Gesagt getan. Platz im Haus gesucht den Beton aufgeschnitten.
 
Technik geholt, und los ging es.
 
Dank der Technik dauerte es nur einen Tag.
Wie zu sehen mußte nur ein Abwasserrohr umgelegt werden.
 
Dann wurde wieder mit Betonschalsteinen gemauert.
Bodenabläufe rein und Folie wieder Faltenfrei eingeschweißt.
 
Nun hatte ich ein Winterquartier für die Fische.
Da das Wasser konstant 19 Grad hat wirt auch vol durchgefüttert.
Wichtig ist das der Raum wärmer ist als das Wasser.
Nun muß ich über eine Brücke ins Büro.
 
Nun habe ich auch was von meinen Fischen im Winter.
Hier  mal ein kurzer Link gleich gibt's Futter 
http://nordkoimalchin.dyndns.org:8080/ 
An der Qualität wird gearbeitet.
Grüße aus Malchin
Michael


----------



## Annett (17. Nov. 2006)

*AW: Lieber spät als nie*

Hallo Michael,

ich bin sprachlos 
Wahnsinn! Nur gut, dass wir ne nagelneue Fußbodenheizung haben und dadurch solche Vorhaben definitiv flachfallen.


----------



## Michael K (17. Nov. 2006)

*AW: Lieber spät als nie*

Anett, das mit der Fußbodenheizung geht auch.  
Unter dem Kunstrasen ist die Fußbodenheizung.
Grüße aus Malchin 
Michael


----------



## kwoddel (17. Nov. 2006)

*AW: Lieber spät als nie*

Endlich!!!!!!!! Noch ein Wahnsinniger


----------



## Dodi (17. Nov. 2006)

*AW: Lieber spät als nie*

Hallo Michael!

S u u u p e r!   
Sehr schön geworden - und zu aller Zufriedenheit! 

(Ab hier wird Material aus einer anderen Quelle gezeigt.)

class _PacedBoard:
    """A thread that asks ``next_bytes()`` for one frame every ``period_s`` and sends it.

    Deadlines come from time.monotonic and advance by exactly one period, so the rate does
    not drift with the time spent producing and writing a frame. A board that falls more
    than ``_MAX_LAG`` periods behind (machine busy) starts a fresh schedule instead of
    sending a burst, as a real board would simply have sent them on time.
    """

    _MAX_LAG = 10

    def __init__(self, next_bytes: Callable[[], bytes], period_s: float) -> None:
        if period_s <= 0:
            raise ValueError("period_s must be positive")
        self.next_bytes = next_bytes
        self.period_s = period_s
        self.frames_sent = 0
        self.frames_dropped = 0
        self.error: BaseException | None = None
        self._lock = threading.Lock()
        self._halt = threading.Event()
        self._paused = False
        self._plugged = False
        self._thread: threading.Thread | None = None

    def start(self) -> None:
        """Plug in and start sending."""
        if self._thread is not None:
            return
        with self._lock:
            self._plug()
            self._plugged = True
        self._halt.clear()
        self._thread = threading.Thread(target=self._run, name=type(self).__name__, daemon=True)
        self._thread.start()

    def stop(self) -> None:
        """Stop sending and unplug. Safe to call twice."""
        self._halt.set()
        if self._thread is not None:
            self._thread.join()
            self._thread = None
        self.unplug()

    def pause(self) -> None:
        """Stay plugged in but send nothing (a quiet sensor)."""
        self._paused = True

    def resume(self) -> None:
        self._paused = False

    def unplug(self) -> None:
        """Pull the cable: the reader's next read fails."""
        with self._lock:
            if self._plugged:
                self._plugged = False
                self._unplug()

    def replug(self) -> None:
        """Plug back in (a new connection, as after a real replug)."""
        with self._lock:
            if not self._plugged:
                self._plug()
                self._plugged = True

    def __enter__(self: _Board) -> _Board:
        self.start()
        return self

    def __exit__(self, *exc: object) -> None:
        self.stop()

    def _run(self) -> None:
        period = self.period_s
        deadline = time.monotonic()
        while True:
            deadline += period
            now = time.monotonic()
            if now - deadline > self._MAX_LAG * period:
                deadline = now
            if self._halt.wait(max(0.0, deadline - now)):
                return
            if self._paused or not self._plugged:
                continue
            try:
                data = self.next_bytes()
            except Exception as exc:  # a broken generator ends the board, visibly
                log.exception("board frame generator failed")
                self.error = exc
                return
            with self._lock:
                if self._plugged and self._send(data):
                    self.frames_sent += 1
                else:
                    self.frames_dropped += 1

    # Subclasses: called with self._lock held.
    def _plug(self) -> None:
        raise NotImplementedError

    def _unplug(self) -> None:
        raise NotImplementedError

    def _send(self, data: bytes) -> bool:
        raise NotImplementedError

Sag mal, wieviel Liter fasst Deine Innenhälterung?
Ist es nicht schwierig, die Fischis immer fangen zu müssen, um sie umzusetzen - oder hast Du da eine andere Lösung?


----------



## Michael K (17. Nov. 2006)

*AW: Lieber spät als nie*

@ Frank
Sagt meine Frau auch immer.Läßt allerdings das Endlich weg.
@ Dodi
wenn man es weiß ist es gaaaaanz einfach.
Man soll die Fische eh an den Kescher gewöhnen.
( einfacher wenn es mal sein muß )
Der Teich ist so angelegt das ich das Koi - Becken oder den Pflanzenfilter 
einzeln ablassen kann.
Der Filter läuft immer da die Pumpkammer 1500 Liter hat.
Es geht alles abzuschieben.
Wenn die Fische umgesetzt werden, wirt das Wasser vom Teich in die 
Innenhälterung gepumpt oder umgekehrt.
Als Puffer habe ich dann noch immer 25ooo Liter im Pflanzenfilter.
Die IH fast 32ooo Liter.


----------



## jochen (17. Nov. 2006)

*AW: Lieber spät als nie*

Hallo Michael,

Kois sind ja nicht so mein Ding, aber das ist echt eine absolut Klasse Anlage...   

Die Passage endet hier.